3.2 Compound Interest using Sequences

Let P is the principal sum and i the interest rate per annum, mathematically, we can calculate the total balance at the ends of successive years for n years as:

At the end of the 1^st year:

The interest due              = Pi, then the future value = P + Pi = P(1+i)

At the end of the 2^nd year:

The interest due              = [P(1+i)]i, then the future value = P (1+i) + [P(1+i)]i

= P(1+i) (1+i)

= P(1+i)²

At the end of the 3^rd year:

The interest due              = [P(1+i)²]i, then the future value = P (1+i)² + [P(1+i)²]i

= P(1+i)²(1+i)

= P(1+i)³

and so on.

Here, we can see that the total balance or the future balance value at the end of n years forms a geometric progression with first term A and common ratio (1+r).
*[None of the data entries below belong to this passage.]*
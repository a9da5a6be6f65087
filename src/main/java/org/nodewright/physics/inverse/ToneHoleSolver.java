package org.nodewright.physics.inverse;

import java.util.ArrayList;
import java.util.List;
import java.util.function.BooleanSupplier;
import org.hipparchus.linear.Array2DRowRealMatrix;
import org.hipparchus.linear.ArrayRealVector;
import org.hipparchus.linear.RealVector;
import org.hipparchus.util.Pair;
import org.nodewright.physics.Require;
import org.nodewright.physics.aircolumn.Fingering;
import org.nodewright.physics.tuning.Cents;

/**
 * Moves tone holes (and optionally resizes them and trims the foot) so that every fingering
 * sounds its target: Levenberg–Marquardt (Hipparchus {@code LevenbergMarquardtOptimizer}, after
 * Moré 1978) on the residuals r_i = 1200 log2(f_i / f_target,i) in cents, with
 *
 * <ul>
 *   <li>a forward-difference Jacobian (steps {@link #STEP_MM});</li>
 *   <li>bounds (the maker's limits) enforced by clamping each trial point;</li>
 *   <li>a spacing residual {@link #SPACING_WEIGHT} cents per mm of overlap when neighbouring holes
 *       come closer than the minimum wall;</li>
 *   <li>a weak pull back to the starting layout ({@link #STAY_WEIGHT} cents per mm), which keeps
 *       the problem well posed when there are more unknowns than notes and changes the achieved
 *       cents by far less than the tolerance.</li>
 * </ul>
 *
 * <p>Besides the holes and the foot, a {@link ModelFreedom} may let figures of the model itself move
 * (the player's end's headspace or window length): they are more parameters with their bounds,
 * and the frequencies come from the model at their values.
 */
public final class ToneHoleSolver {

    /** Finite-difference step: small against a hole, large against rounding of a frequency search. */
    public static final double STEP_MM = 1e-2;
    public static final double SPACING_WEIGHT = 50.0;
    public static final double STAY_WEIGHT = 1e-3;

    private final double toleranceCents;
    private final int maxEvaluations;

    /**
     * @param toleranceCents stop once every fingering is this close (e.g. 0.1 cents)
     * @param maxEvaluations cap on model evaluations (each evaluates every fingering)
     */
    public ToneHoleSolver(double toleranceCents, int maxEvaluations) {
        Require.positive("toleranceCents", toleranceCents);
        Require.atLeastOne("maxEvaluations", maxEvaluations);
        this.toleranceCents = toleranceCents;
        this.maxEvaluations = maxEvaluations;
    }

    /**
     * @param lengthBeforeFootMm bore length up to the last section (positions beyond it lie in the foot)
     * @throws SolveCancelledException when {@code cancelled} turns true
     */
    public ToneHoleSolution solve(PlayingFrequencyModel model, HoleLayout start, double lengthBeforeFootMm,
            List<Fingering> fingerings, SolverLimits limits, SolveProgress progress, BooleanSupplier cancelled) {
        return solve(model, start, lengthBeforeFootMm, fingerings, limits, ModelFreedom.NONE, progress, cancelled);
    }

    /**
     * The same, also moving the model's own figures in {@code freedom} (from their starts, within
     * their bounds); {@code model} is used when {@code freedom} moves nothing.
     */
    public ToneHoleSolution solve(PlayingFrequencyModel model, HoleLayout start, double lengthBeforeFootMm,
            List<Fingering> fingerings, SolverLimits limits, ModelFreedom freedom, SolveProgress progress,
            BooleanSupplier cancelled) {
        return solve(model, start, lengthBeforeFootMm, fingerings, limits, freedom, null, progress, cancelled);
    }

    /**
     * The same with a weight on each fingering's residual (null: all 1): least squares on
     * w_i r_i, so that a refinement can lean on the notes still outside the tolerance (Lawson's
     * reweighting towards the smallest worst error, Lawson 1961). The tolerance and the result
     * stay in plain cents.
     */
    public ToneHoleSolution solve(PlayingFrequencyModel model, HoleLayout start, double lengthBeforeFootMm,
            List<Fingering> fingerings, SolverLimits limits, ModelFreedom freedom, double[] weights,
            SolveProgress progress, BooleanSupplier cancelled) {
        if (weights != null && weights.length != fingerings.size()) {
            throw new IllegalArgumentException("one weight per fingering is needed");
        }
        if (fingerings.isEmpty()) {
            throw new IllegalArgumentException("at least one fingering is needed");
        }
        for (Fingering f : fingerings) {
            for (int h : f.closedHoles()) {
                if (h < 0 || h >= start.holeCount()) {
                    throw new IllegalArgumentException("fingering " + f.name() + " closes hole " + h
                            + ", the bore has " + start.holeCount());
                }
            }
        }
        Run run = new Run(model, freedom, start, lengthBeforeFootMm, fingerings, limits, progress, cancelled);
        run.weights = weights;
        double[] startHz = run.frequencies(run.encode(start), null);
        run.guess = startHz.clone();
        // keeps the best layout seen so far when the cap ends the run or the optimiser stalls
        int iterations = BestKeptFit.run(run::value, run.residualCount(), run.encode(start), run::clamp,
                () -> run.bestWorst <= toleranceCents);
        double[] bestX = run.best == null ? run.encode(start) : run.best;
        HoleLayout best = run.decode(bestX);
        double[] endHz = run.frequencies(bestX, run.bestHz);
        List<ToneHoleSolution.Note> notes = new ArrayList<>();
        double worst = 0;
        for (int i = 0; i < fingerings.size(); i++) {
            Fingering f = fingerings.get(i);
            double c = Cents.between(endHz[i], f.targetHz());
            worst = Math.max(worst, Math.abs(c));
            notes.add(new ToneHoleSolution.Note(f.name(), f.targetHz(), startHz[i], endHz[i],
                    Cents.between(startHz[i], f.targetHz()), c));
        }
        List<ToneHoleSolution.HoleChange> holes = new ArrayList<>();
        for (int h = 0; h < start.holeCount(); h++) {
            holes.add(new ToneHoleSolution.HoleChange(h, best.position(h), best.position(h) - start.position(h),
                    best.diameter(h), best.diameter(h) - start.diameter(h)));
        }
        List<ModelFreedom.Change> moved = new ArrayList<>();
        for (int v = 0; v < freedom.size(); v++) {
            moved.add(new ModelFreedom.Change(freedom.variables().get(v).name(), run.startPoint[run.firstExtra + v],
                    bestX[run.firstExtra + v]));
        }
        return new ToneHoleSolution(best, notes, holes, best.footLengthMm() - start.footLengthMm(), iterations,
                run.evaluations, worst <= toleranceCents, moved);
    }

    /** State of one solve: the parameter encoding, the best layout seen, counters. */
    private final class Run {
        private final PlayingFrequencyModel model;
        private final ModelFreedom freedom;
        /** Index of the foot parameter (when it varies) and of the first model figure. */
        private final int footIndex;
        final int firstExtra;
        /** The model at the last figures asked for (a cache: most evaluations move holes only). */
        private double[] figuresAt;
        private PlayingFrequencyModel modelThere;
        private final HoleLayout start;
        private final double lengthBeforeFoot;
        private final List<Fingering> fingerings;
        private final SolverLimits limits;
        private final SolveProgress progress;
        private final BooleanSupplier cancelled;
        private final int holes;
        private final int parameters;
        private final double[] lower;
        private final double[] upper;
        private final double[] startPoint;
        double[] guess;
        int evaluations;
        double[] weights;
        double[] best;
        double[] bestHz;
        double bestWorst = Double.POSITIVE_INFINITY;

        Run(PlayingFrequencyModel model, ModelFreedom freedom, HoleLayout start, double lengthBeforeFoot,
                List<Fingering> fingerings, SolverLimits limits, SolveProgress progress, BooleanSupplier cancelled) {
            this.model = model;
            this.freedom = freedom;
            this.start = start;
            this.lengthBeforeFoot = lengthBeforeFoot;
            this.fingerings = fingerings;
            this.limits = limits;
            this.progress = progress;
            this.cancelled = cancelled;
            this.holes = start.holeCount();
            this.footIndex = holes + (limits.varyDiameters() ? holes : 0);
            this.firstExtra = footIndex + (limits.varyFoot() ? 1 : 0);
            this.parameters = firstExtra + freedom.size();
            this.lower = new double[parameters];
            this.upper = new double[parameters];
            double longestBore = lengthBeforeFoot + (limits.varyFoot() ? limits.maxFootMm() : start.footLengthMm());
            for (int h = 0; h < holes; h++) {
                lower[h] = limits.minPositionMm();
                upper[h] = longestBore - limits.maxPositionMargin();
                if (limits.varyDiameters()) {
                    lower[holes + h] = limits.minDiameterMm();
                    upper[holes + h] = limits.maxDiameterMm();
                }
            }
            if (limits.varyFoot()) {
                lower[footIndex] = limits.minFootMm();
                upper[footIndex] = limits.maxFootMm();
            }
            for (int v = 0; v < freedom.size(); v++) {
                lower[firstExtra + v] = freedom.variables().get(v).min();
                upper[firstExtra + v] = freedom.variables().get(v).max();
            }
            for (int p = 0; p < parameters; p++) {
                if (!(lower[p] <= upper[p])) {
                    throw new IllegalArgumentException("the limits leave no room for parameter " + p);
                }
            }
            this.startPoint = clamp(new ArrayRealVector(encode(start))).toArray();
        }

        int residualCount() {
            return fingerings.size() + parameters + Math.max(0, holes - 1);
        }

        double[] encode(HoleLayout layout) {
            double[] x = new double[parameters];
            for (int h = 0; h < holes; h++) {
                x[h] = layout.position(h);
                if (limits.varyDiameters()) {
                    x[holes + h] = layout.diameter(h);
                }
            }
            if (limits.varyFoot()) {
                x[footIndex] = layout.footLengthMm();
            }
            for (int v = 0; v < freedom.size(); v++) {
                x[firstExtra + v] = freedom.variables().get(v).start();
            }
            return x;
        }

        HoleLayout decode(double[] x) {
            double[] pos = new double[holes];
            double[] dia = start.diametersMm();
            for (int h = 0; h < holes; h++) {
                pos[h] = x[h];
                if (limits.varyDiameters()) {
                    dia[h] = x[holes + h];
                }
            }
            return new HoleLayout(pos, dia, limits.varyFoot() ? x[footIndex] : start.footLengthMm());
        }

        /** Box limits, then no hole centre nearer the (possibly moved) output end than the margin. */
        RealVector clamp(RealVector point) {
            double[] x = point.toArray();
            for (int p = 0; p < parameters; p++) {
                x[p] = Math.min(upper[p], Math.max(lower[p], x[p]));
            }
            double foot = limits.varyFoot() ? x[footIndex] : start.footLengthMm();
            double last = lengthBeforeFoot + foot - limits.maxPositionMargin();
            for (int h = 0; h < holes; h++) {
                x[h] = Math.max(lower[h], Math.min(last, x[h]));
            }
            return new ArrayRealVector(x, false);
        }

        /** The model at the figures in x (the solver's own when nothing of the model moves). */
        private PlayingFrequencyModel modelAt(double[] x) {
            if (freedom.size() == 0) {
                return model;
            }
            double[] figures = java.util.Arrays.copyOfRange(x, firstExtra, parameters);
            if (!java.util.Arrays.equals(figures, figuresAt)) {
                figuresAt = figures;
                modelThere = freedom.family().apply(figures);
            }
            return modelThere;
        }

        double[] frequencies(double[] x, double[] guesses) {
            if (cancelled.getAsBoolean()) {
                throw new SolveCancelledException();
            }
            HoleLayout layout = decode(x);
            PlayingFrequencyModel model = modelAt(x);
            double[] hz = new double[fingerings.size()];
            for (int i = 0; i < hz.length; i++) {
                Fingering f = fingerings.get(i);
                double g = guesses == null ? f.targetHz() : guesses[i];
                hz[i] = model.soundingHz(layout, f, g);
                if (Double.isNaN(hz[i]) && guesses != null) {
                    hz[i] = model.soundingHz(layout, f, f.targetHz());
                }
                if (Double.isNaN(hz[i])) {
                    throw new IllegalArgumentException("fingering " + f.name()
                            + " has no resonance near its target for the layout " + layout);
                }
            }
            return hz;
        }

        double[] residuals(double[] x, double[] hz) {
            double[] r = new double[residualCount()];
            int k = 0;
            for (int i = 0; i < fingerings.size(); i++) {
                r[k++] = (weights == null ? 1 : weights[i]) * Cents.between(hz[i], fingerings.get(i).targetHz());
            }
            for (int p = 0; p < parameters; p++) {
                r[k++] = STAY_WEIGHT * (x[p] - startPoint[p]);
            }
            double[] dia = decode(x).diametersMm();
            for (int h = 0; h + 1 < holes; h++) {
                double gap = (x[h + 1] - dia[h + 1] / 2) - (x[h] + dia[h] / 2) - limits.minSpacingMm();
                r[k++] = SPACING_WEIGHT * Math.min(0.0, gap);
            }
            return r;
        }

        Pair<RealVector, org.hipparchus.linear.RealMatrix> value(RealVector point) {
            double[] x = point.toArray();
            double[] hz = count(frequencies(x, guess));
            guess = hz;
            double[] r0 = residuals(x, hz);
            double worst = 0;
            for (int i = 0; i < fingerings.size(); i++) {
                worst = Math.max(worst, Math.abs(r0[i] / (weights == null ? 1 : weights[i])));
            }
            if (worst < bestWorst) {
                bestWorst = worst;
                best = x.clone();
                bestHz = hz.clone();
            }
            double[][] jacobian = new double[r0.length][parameters];
            for (int p = 0; p < parameters && bestWorst > toleranceCents; p++) {
                double[] xp = x.clone();
                double step = xp[p] + STEP_MM > upper[p] ? -STEP_MM : STEP_MM;
                xp[p] += step;
                double[] rp = residuals(xp, count(frequencies(xp, hz)));
                for (int i = 0; i < r0.length; i++) {
                    jacobian[i][p] = (rp[i] - r0[i]) / step;
                }
            }
            return new Pair<>(new ArrayRealVector(r0, false), new Array2DRowRealMatrix(jacobian, false));
        }

        private double[] count(double[] hz) {
            evaluations++;
            progress.update(evaluations, maxEvaluations, bestWorst);
            if (evaluations >= maxEvaluations) {
                throw new BestKeptFit.EvaluationCap();
            }
            return hz;
        }
    }
}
Thus, to obtain the total balance at the end of n years, we can use the above formula for the nth term of a geometric progression with n-1 replaced by n as follows:

S = P(1+i)ⁿ

Here, the total balance at the beginning of the nth year is given by:

S = P(1+i)^n-1

However, to note that the above calculation is express as rates per annum or called as nominal rates. In some cases, the interest period need not be a year and for example, interest is “payable half-yearly’ or ‘compounded half-yearly’, interest period is payable half a year. Then, the interest rate need to be divided by two to give the effective rate per half year. The number of times you pay interest or compounding on your principal is important to calculate the total balance or future value.